Nome Próprio foi feito também porque era para ser em câmera Digital, e ele é digital na forma e no conteúdo, assim procura sua coerência estética e formal.

SOBRE A FOTOGRAFIA do FILME
Texto escrito em 25/01/2006 para ser trabalhado com Fernanda Riscali / Diretora de Fotografia


Hoje não tenho a menor idéia de como é a fotografia que esse filme precisa. Temos que procurá-la, temos que encontrá-la. Ela será resultante dessa busca e das realidades que formos encontrando.

Fizemos uma OPÇÃO RADICAL: a via digital do filme. Isso tem a ver com o assunto do filme, o mundo virtual, a escrita via internet, o blog de Camila, e aí, na base disso tudo, o pixel. A estrutura do ASSUNTO está na base de nossa captação: o dígito. O zero e o um. A passagem da luz e a opacidade.

Essa opção vai influenciar/determinar completamente o trabalho de criação das imagens: sim, no UHR, estamos mais próximos de uma nova imagem, de uma imagem de constituição pixial, não granular. Uma questão nova.

A cor no pixel é o registro de três valores de brilho, um para cada cor primária: RGB. Não adianta tentarmos "aplicar" conceitos fotográficos/cinematográficos pois eles não irão funcionar da mesma maneira, apesar de podermos falar de brilho, contraste, iluminação, latitude, grão... e cor. Mas com um NOVO PENSAMENTO. Temos que aprender a pensar essa nova concepção pictórica. Pois, na fotografia digital vamos procurar "o que brota dessa nova base". Trabalhar o específico do digital ainda com compressão. SIM, porque estaremos trabalhando/gravando imagens com uma compressão 4:2:2 e projetando em 4:2:0. Não estaremos trabalhando com 2.2 milhões de pixels em nosso CCD (Alta Definição) com 1.920 linhas por 1080. Estaremos trabalhando no mundo muito menos definido e com menos informação de cor (720p). Não adianta querer brigar contra isso: é isso e vamos nessa, procurar uma imagem inteligente e pertinente nesse formato.

Nosso filme será um filme de câmera/um filme de olhar.

Portanto precisamos apurar a inteligência/sensibilidade do nosso OLHAR.

O conceito de "Cinema-Poesia" de Pasolini, eu substituiria aqui por "olhar-poesia" mantendo o rigor de percebermos o tempo todo que existe uma câmera como posicionamento estético.

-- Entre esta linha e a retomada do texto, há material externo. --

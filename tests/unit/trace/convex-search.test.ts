/**
 * The chip's faces as one convex solid (SceneSurface.convexSolid) and a convex region around it
 * (SceneMedium.convexAroundSolid) are shortcuts of the list search, never a change of result: a ray that
 * has just met a face of a convex solid from without heads away from it (each face's plane supports the
 * solid), a ray whose line misses a sphere around the solid cannot meet it, and a ray inside a convex
 * region crosses its boundary once (common practice in ray tracing,
 * e.g. M. Pharr, W. Jakob, G. Humphreys, Physically Based Rendering, 3rd ed., §3.1 on convex shapes).
 * The same chunk traced from the scene with and without the hints gives the same ledger bit for bit.
 */
import { describe, expect, it } from 'vitest';
import { compileScene } from '../../../src/lib/trace/compile-scene';
import { packageScene } from '../../../src/lib/trace/package-scene';
import type { TracePackage } from '../../../src/lib/trace/package-spec';
import type { SceneDescription } from '../../../src/lib/trace/scene';
import { createTally } from '../../../src/lib/trace/tally';
import { traceSceneChunk } from '../../../src/lib/trace/trace-chunk';
import { libraryPhosphor, withPhosphor } from '../../../src/lib/trace/white-light';
import { packagePresets } from '../../../src/lib/scenario/presets';
import { toTracePackage } from '../../../src/lib/scenario/resolve';

const [dome, cup, chipScale] = packagePresets().map((p) => toTracePackage(p.scenario));
const cupBody = cup.body as Extract<TracePackage['body'], { kind: 'cup' }>;
const cupDome = (radiusMm: number): TracePackage => ({ ...cup, body: { ...cupBody, fill: 'dome' }, encapsulant: { ...cup.encapsulant, radiusMm, heightMm: 0.6 } });
const cylinder: TracePackage = { ...dome, encapsulant: { ...dome.encapsulant, shape: 'cylinder', radiusMm: 1.5, heightMm: 1.0 } };
const conformal = withPhosphor(dome, { kind: 'particles', phosphor: libraryPhosphor('garnet-yellow'), weightPercent: 20, diameterUm: 15, region: 'conformal', thicknessMm: 0.08 }, [[450, 1]]);

/** The scene without either hint. */
function withoutHints(scene: SceneDescription): SceneDescription {
  return {
    ...scene,
    media: scene.media.map(({ convexAroundSolid: _, ...m }) => m),
    surfaces: scene.surfaces.map(({ convexSolid: _, ...s }) => s)
  };
}

// [name, package, whether the encapsulant is marked a convex region around the chip]
const cases: [string, TracePackage, boolean][] = [
  ['dome', dome, true],
  ['cylinder', cylinder, true],
  ['chip-scale box', chipScale, true],
  ['cup, flat fill', cup, true],
  ['cup, dome filling the rim', cupDome(cupBody.topRadiusMm), true],
  // the rim annulus beside a narrower dome is a concave corner
  ['cup, dome and rim annulus', cupDome(1.2), false],
  // the layer's outer faces lie inside the encapsulant
  ['conformal phosphor under a dome', conformal, false]
];

describe('convex search shortcuts (convexSolid, convexAroundSolid)', () => {
  it.each(cases)('%s: traces the same ledger without the hints', (_, pkg, convexAround) => {
    const description = packageScene(pkg);
    expect(description.media.find((m) => m.name === 'encapsulant')?.convexAroundSolid === true).toBe(convexAround);
    expect(description.surfaces.some((s) => s.convexSolid === 'chip')).toBe(true);
    const hinted = traceSceneChunk(compileScene(description), 0, 4000, 11, createTally());
    const plain = traceSceneChunk(compileScene(withoutHints(description)), 0, 4000, 11, createTally());
    expect(hinted.parts).toEqual(plain.parts);
    expect(Array.from(hinted.polarHistogram)).toEqual(Array.from(plain.polarHistogram));
    expect(hinted.events).toBe(plain.events);
  });
});
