def _refuse_non_configs(paths, settings) -> None:
    """A file named on the command line that is neither a YAML or JSON config nor a launch script:
    one plain message (exit 2), not a parse finding."""
    from .load.discover import relpath
    from .common.settings import SettingsError
    from .compose.sources import is_config

    for p in paths:
        path = Path(p)
        if path.is_file() and not is_config(str(path), relpath(path, settings.root.resolve()), settings):
            raise SettingsError(f"{p} is neither a YAML or JSON config nor a launch script (settings include and "
                                "launch.scripts say which files are)")


def _request(args, **extra):
    """The pipeline request of a command's arguments."""
    from .pipeline import Request

    return Request(only=getattr(args, "only", set()), skip=getattr(args, "skip", set()),
                   overrides=_overrides(getattr(args, "overrides", [])), gate=getattr(args, "gate", None),
                   notes=lambda text: print(f"trimtab: note: {for_text(text)}", file=sys.stderr), **extra)


def _progress(args):
    def start(total: int):
        if args.no_progress or not sys.stderr.isatty() or total <= 20 or os.environ.get("PRE_COMMIT"):
            return None
        from .report.progress import Progress

        return Progress(total, sys.stderr)

    return start


def cmd_check(args) -> int:
    from .gate import filtering
    from .pipeline import Pipeline
    from .common.settings import SettingsError

    registry = _registry()  # first: a plugin may declare concepts the settings' key map names
    settings = _settings(args)
    _refuse_non_configs(args.paths, settings)
    if getattr(args, "staged_root", None) is not None:
        settings.root = args.staged_root  # check --staged: the index, mirrored (linter/adopt/hook.py)
    if args.diff and not args.fix:
        raise SettingsError("--diff shows what --fix would change: use --fix --diff")
    if args.fix and args.write_accepted:
        raise SettingsError("--fix and --write-accepted: run --fix first, then record what is left")

    def guard(files):
        _refuse_overwrite(files, args.output, "--output")
        _refuse_overwrite(files, args.write_accepted, "--write-accepted")

    req = _request(args, paths=args.paths, accepted=args.accepted, since=args.since, jobs=args.jobs,
                   own_outputs=tuple(p for p in (args.write_accepted,) if p),
                   staged_files=getattr(args, "staged_files", None),
                   staged_missing=list(getattr(args, "staged_missing", [])), guard=guard, progress=_progress(args),
                   changed=getattr(args, "staged_changed", None), cross_run=True)
    req.apply_accepted = not args.write_accepted  # record what is found, not what an older file accepts
    outcome = Pipeline(settings, registry).run(req)
    if args.write_accepted:
        keep = _accepted_elsewhere(Path(args.write_accepted), outcome.checked, settings.root)
        # a crashed rule is never accepted: it would hide whatever the rule misses
        record = [f for f in outcome.recorded if not f.rule_id.startswith("TOOL-")]
        count = filtering.write_accepted(Path(args.write_accepted), record, keep)
        print(f"trimtab: recorded {count} accepted finding(s) in {args.write_accepted}", file=sys.stderr)
        if outcome.incomplete:
            print("trimtab: the check was incomplete (a rule crashed or a plugin failed to load); "
                  "its findings are not recorded", file=sys.stderr)
            return EXIT_INCOMPLETE
        return EXIT_OK
    if args.fix:
        code = _fix(args, settings, outcome.findings, outcome.files)
        if code is not None:
            return code
        args.fix = False
        return cmd_check(args)  # report what is left after the fixes
    # --show LEVEL: the report lists what is at or above it; the gate and the counts still see all
    findings, code, counts = outcome.at_least(args.show), outcome.status, outcome.counts()
    summary = {**outcome.summary(), "hidden": outcome.below(args.show), "accepted": outcome.accepted}
    from contextlib import nullcontext

    from .common.paths import atomic_open

    # a report file appears whole or not at all (written beside it, then renamed)
    with atomic_open(args.output) if args.output else nullcontext(sys.stdout) as out:
        if args.format == "json":
            from .report.text import json_report

            json_report(findings, summary, code, out)
        elif args.format == "sarif":
            from .report import sarif

            sarif.write(findings, _catalogue(registry), settings.root, out, not outcome.incomplete)
        else:
            from .report.text import text

            text(findings, out, colour=out.isatty() and not os.environ.get("NO_COLOR"))
    total = len(outcome.files)
    # the parts add up to the whole: "7 checked, 1 skipped as not run configs, of 8 file(s)"
    files = (f"{total - outcome.skipped} checked, {outcome.skipped} skipped as not run configs, of {total} file(s)"
             if outcome.skipped else f"{total} file(s) checked")
    extra = f"; {summary['hidden']} below {args.show} not shown" if args.show else ""
    extra += f"; {summary['accepted']} accepted" if summary["accepted"] else ""
    print(f"trimtab: {files}; {counts['error']} error(s), "
          f"{counts['warning']} warning(s), {counts['note']} note(s){extra}", file=sys.stderr)
    return code
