class Scanner:
    """Resolves references and scans modules; one per (root, search roots, depth), cached."""

    def __init__(self, root, search_roots=(".",), import_depth: int = 2):
        self.root = Path(os.path.realpath(root))
        self.import_depth = max(0, int(import_depth))
        self.roots: list[Path] = []
        self.root_names: list[str] = []
        self.bad_roots: list[tuple[str, str]] = []
        for text in search_roots or (".",):
            reason = _escape_reason(text)
            if reason:
                self.bad_roots.append((text, reason))
                continue
            real = confined(self.root / text, self.root)
            if real is None:
                self.bad_roots.append((text, "resolves outside the repository (through a symbolic link)"))
                continue
            self.roots.append(real)
            self.root_names.append(self._rel(real) or ".")
        # caches, per module path, checked against the file's size and modification time
        self._modules: dict[Path, tuple[tuple, ModuleInfo]] = {}
        self._scans: dict[Path, tuple[list, Scan]] = {}
        self._located: dict[Reference, tuple[tuple, Located]] = {}
        self._index: dict[str, list[Path]] | None = None
        self.index_cut = ""  # why the name index stopped early ("" when it read every file)
        # perf: the folders a missing reference was looked for in (they depend on the roots only)
        self._miss_folders: dict[Reference, list[Path]] = {}
        # the signatures taken during the check of one run (see ``hold``), files and folders apart
        self._held: Any = None
        self._files: dict[Path, tuple] | None = None
        self._folders: dict[Path, tuple] = {}

    def hold(self, run) -> None:
        """Take each file's and folder's signature at most once while the run checked is ``run``
        (a run model; until another one is held, or it is no longer in use): a reward module
        changed between the checks of two runs is read again, one changed during the check of a
        run is not. None: every call looks again (the default).

        perf: the REW, EXE and SEC rules ask about a run's reward modules again and again, each
        asking the file system for a signature (~9,000 stats on the 2,000-file benchmark corpus,
        ~3,900 once per run)."""
        if run is None:
            self._held, self._files = None, None
        elif self._held is None or self._held() is not run:
            self._held, self._files, self._folders = weakref.ref(run), {}, {}

    def _signature(self, real: Path) -> tuple:
        files = self._files
        if files is None or self._held() is None:  # nothing held, or its check is over
            return _signature(real)
        sig = files.get(real)
        if sig is None:
            sig = files[real] = _signature(real)
        return sig

    def _folder_signature(self, folder: Path) -> tuple:
        if self._files is None or self._held() is None:
            return _folder_signature(folder)
        sig = self._folders.get(folder)
        if sig is None:
            sig = self._folders[folder] = _folder_signature(folder)
        return sig

    # -- locating ---------------------------------------------------------------------------
    def _rel(self, real: Path) -> str:
        try:
            rel = real.relative_to(self.root).as_posix()
        except ValueError:  # pragma: no cover - callers check first
            return ""
        return "" if rel == "." else rel

    def _candidates(self, ref: Reference, module: str | None = None) -> list[tuple[Path, str]]:
        """(lexical candidate path, shown path) in search-root order."""
        out = []
        for base in self.roots:
            if module is not None or ref.module:
                parts = (module if module is not None else ref.module).split(".")
                for p in (base.joinpath(*parts[:-1], parts[-1] + ".py"), base.joinpath(*parts, "__init__.py")):
                    out.append(p)
            else:
                out.append(base / ref.file)
        return [(p, self._shown(p)) for p in out]

    def _shown(self, lexical: Path) -> str:
        try:
            return lexical.relative_to(self.root).as_posix()
        except ValueError:
            return lexical.as_posix()

    def _find(self, candidates) -> tuple[str, Path | None, str, list[str]]:
        """(status, real path, shown path, tried) for the first candidate that exists."""
        tried = []
        for lexical, shown in candidates:
            tried.append(shown)
            real = confined(lexical, self.root)
            if real is None:
                if os.path.lexists(lexical) or _has_link(lexical, self.root):
                    return "escapes", None, shown, tried
                continue
            if real.is_file():
                return "ok", real, self._rel(real), tried
        return "missing", None, "", tried

    def locate(self, ref: Reference) -> Located:
        """Where a reference leads, cached for the process: a found module while its file is
        unchanged, a missing one (misses cost as much to look for as hits) while every folder it
        was looked for in is unchanged (a file added there changes the folder)."""
        hit = self._located.get(ref)
        if hit is not None and hit[0] == self._sign(hit[1], ref):  # its file, or the folders of a miss
            return hit[1]
        found = self._locate(ref)
        if found.real is not None or found.status in ("no-module", "bad-root"):
            self._located[ref] = (self._sign(found, ref), found)
        return found

    def _sign(self, found: Located, ref: Reference) -> tuple:
        if found.real is not None:
            return self._signature(found.real)
        # a miss: the folders of every candidate looked at (both readings of a dotted name)
        folders = self._miss_folders.get(ref)
        if folders is None:
            refs = [ref, Reference(ref.text, module=ref.text, dotted=True)] if ref.dotted else [ref]
            folders = self._miss_folders[ref] = sorted({p.parent for r in refs for p, _shown in self._candidates(r)})
        return ("missing",) + tuple(self._folder_signature(f) for f in folders)

    def _locate(self, ref: Reference) -> Located:
        if not self.roots:
            return Located("bad-root", ref, reason="no usable search root inside the repository")
        if ref.file:
            reason = _escape_reason(ref.file)
            if reason:
                return Located("escapes", ref, reason=reason)
        status, real, shown, tried = self._find(self._candidates(ref))
        ref_used = ref
        if status == "missing" and ref.dotted:
            # a.b.c written without a colon may name a module rather than a function
            alt = Reference(ref.text, module=ref.text, dotted=True)
            status2, real2, shown2, tried2 = self._find(self._candidates(alt))
            tried += [t for t in tried2 if t not in tried]
            if status2 != "missing":
                status, real, shown, ref_used = status2, real2, shown2, alt
        if status == "escapes":
            return Located("escapes", ref, path=shown, tried=tried,
                           reason=f"{shown} resolves outside the repository (through a symbolic link)")
        if status == "missing":
            return Located("no-module", ref, tried=tried)
        info = self.module(real)
        if info.error:
            return Located("syntax" if info.error_line else "unreadable", ref_used, shown, real, tried, info.error,
                           info.error_line, info.error_col)
        if ref_used.function:
            top = ref_used.function.split(".")[0]
            pos = info.names.get(top)
            if pos is None:
                return Located("no-function", ref_used, shown, real, tried)
            return Located("ok", ref_used, shown, real, tried, line=pos[0], col=pos[1])
        return Located("ok", ref_used, shown, real, tried)

    def find_name(self, name: str) -> Located:
        """A reward function named without its module: the first module of the search roots (in
        root order, then path order) that defines ``name`` at its top level. ``no-function`` when
        none does (``reason`` says when the search was cut short by its bounds)."""
        ref = Reference(name, function=name)
        if not self.roots:
            return Located("bad-root", ref, reason="no usable search root inside the repository")
        for real in self._name_index().get(name, ()):
            if self._signature(real) == ():
                continue
            info = self.module(real)
            pos = info.names.get(name)
            if not info.error and pos is not None:
                module = info.path.removesuffix(".py").removesuffix("/__init__").replace("/", ".")
                return Located("ok", Reference(name, module=module, function=name), info.path, real,
                               line=pos[0], col=pos[1])
        return Located("no-function", ref, reason=self.index_cut)

    def _name_index(self) -> dict[str, list[Path]]:
        """Top-level name -> module files defining it, over the search roots (built once; bounded by
        INDEX_FILES and INDEX_BYTES; links and hidden folders are not followed)."""
        if self._index is not None:
            return self._index
        import time

        index: dict[str, list[Path]] = {}
        files = size = entries = 0
        until = time.monotonic() + INDEX_SECONDS
        for base in self.roots:
            for top, dirs, names in os.walk(base, followlinks=False):
                # hidden folders, caches and installed packages are not reward code; another file
                # system mounted below the repository (/proc under a root of /) is not walked
                dirs[:] = sorted(d for d in dirs if not d.startswith(".") and d not in _INDEX_SKIP
                                 and not os.path.ismount(os.path.join(top, d)))
                entries += len(dirs) + len(names)
                if entries > INDEX_ENTRIES or time.monotonic() > until:
                    self.index_cut = (f"the search stopped after {entries} entries and {files} Python files, "
                                      "trimtab's bound")
                    self._index = index
                    return index
                for fname in sorted(names):
                    if not fname.endswith(".py"):
                        continue
                    if files >= INDEX_FILES or size >= INDEX_BYTES:
                        self.index_cut = (f"the search stopped after {files} Python files ({size} bytes), "
                                          "trimtab's bound")
                        self._index = index
                        return index
                    path = Path(top) / fname
                    real = confined(path, self.root)
                    if real is None or path.is_symlink() or not real.is_file():
                        continue
                    try:
                        fd = os.open(real, os.O_RDONLY | getattr(os, "O_NOFOLLOW", 0) | getattr(os, "O_NONBLOCK", 0))
                        with os.fdopen(fd, "rb") as fh:
                            data = fh.read(MAX_BYTES + 1)
                    except OSError:
                        continue
                    files += 1
                    size += len(data)
                    if len(data) > MAX_BYTES:
                        continue
                    for m in _TOP_DEF.finditer(data):
                        found = (m.group(1) or m.group(2) or m.group(3)).decode("ascii")
                        at = index.setdefault(found, [])
                        if not at or at[-1] != real:
                            at.append(real)
        self._index = index
        return index

    # -- reading ----------------------------------------------------------------------------
    def module(self, real: Path) -> ModuleInfo:
        """The summary of one module file (cached per path). ``real`` is inside the repository."""
        sig = self._signature(real)
        cached = self._modules.get(real)
        if cached is not None and cached[0] == sig:
            return cached[1]
        info = _summarise(real, self._rel(real))
        self._modules[real] = (sig, info)
        return info

    def scan(self, located: Located) -> Scan:
        """Hits in the located module and in the local modules it imports, to import_depth."""
        if located.status != "ok" or located.real is None:
            return Scan()
        cached = self._scans.get(located.real)
        if cached is not None and all(self._signature(p) == sig for p, sig in cached[0]):
            return cached[1]
        out = Scan()
        seen = {located.real}
        queue: list[tuple[Path, int, tuple]] = [(located.real, 0, ())]
        while queue:
            real, depth, chain = queue.pop(0)
            info = self.module(real)
            out.modules.append(info.path)
            if info.error:
                out.unreadable.append((info.path, info.error))
                continue
            out.hits.extend(Hit(h.category, h.what, h.why, h.path, h.line, h.col, chain) for h in info.hits)
            if depth >= self.import_depth:
                continue
            for level, mod, names, line, col in info.imports:
                for target, text in self._import_targets(real, level, mod, names):
                    status, found, shown, _tried = target
                    if status == "escapes":
                        out.refusals.append(Refusal(text, f"{shown} resolves outside the repository "
                                                          "(through a symbolic link)", info.path, line, col))
                    elif status == "refused":
                        out.refusals.append(Refusal(text, shown, info.path, line, col))
                    elif status == "ok" and found not in seen:
                        seen.add(found)
                        queue.append((found, depth + 1, chain + (info.path,)))
        self._scans[located.real] = ([(p, self._modules[p][0]) for p in seen if p in self._modules], out)
        return out

    def _import_targets(self, real: Path, level: int, mod: str, names: tuple[str, ...]):
        text = "." * level + mod
        if level:
            base = real.parent
            for _ in range(level - 1):
                base = base.parent
            if confined(base, self.root) is None:
                yield ("refused", None, "a relative import above the repository root", []), text
                return
            bases = [base]
            modules = [mod] if mod else []
        else:
            bases = None
            modules = [mod]
        wanted = [m for m in modules if m]
        wanted += [f"{mod}.{n}" if mod else n for n in names if n != "*"]
        for m in wanted:
            parts = m.split(".")
            if bases is None:
                cands = self._candidates(Reference(m, module=m), m)
            else:
                cands = []
                for b in bases:
                    for p in (b.joinpath(*parts[:-1], parts[-1] + ".py"), b.joinpath(*parts, "__init__.py")):
                        cands.append((p, self._shown(p)))
            found = self._find(cands)
            if found[0] in ("ok", "escapes"):
                yield found, text if m == mod else f"{text} ({m.rsplit('.', 1)[-1]})"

PREVILEGIAR a relação de intimidade da câmera com CAMILA.

Esses são nossos CONCEITOS, nossos OBJETIVOS. Narrar com a câmera, uma imagem silenciosa que tenta desvendar os mistérios de Camila .

Existe um OLHAR FEMININO? O que é isso? Enquadramento, fotografia? Como criar uma "subjetividade feminina" na imagem? Como a câmera vai "exalar" um estamento feminino com seu olhar para as coisas e para a realidade?

COMO CONSEGUIR ISSO?

Essa é a nossa questão. E você como MULHER tem que me ajudar MUITO a pensar isso tudo. Esse é um primeiro "menu" de questões que temos que pensar e tentar responder, pesquisar, adormecer com elas, sonhá-las e resolvê-las.

Acho que o CONCEITO FOTOGRÁFICO vai surgir na junção de dois fatores:

1- A câmera que vamos usar; e, 2- As locações que serão escolhidas.

- Quando tivermos esses dois fatores 'sobre controle', vamos passar para uma fase experimental: gravar as locações com a câmera e ver como reagem a luz existente, de dia e à noite em todas suas sutis variações.

- Depois desse check-up, vamos decidir o que PODEMOS e o que DEVEMOS fazer.

- Nessa experimentação é que vamos DESCOBRIR o estilo visual e fotográfico do filme UHR.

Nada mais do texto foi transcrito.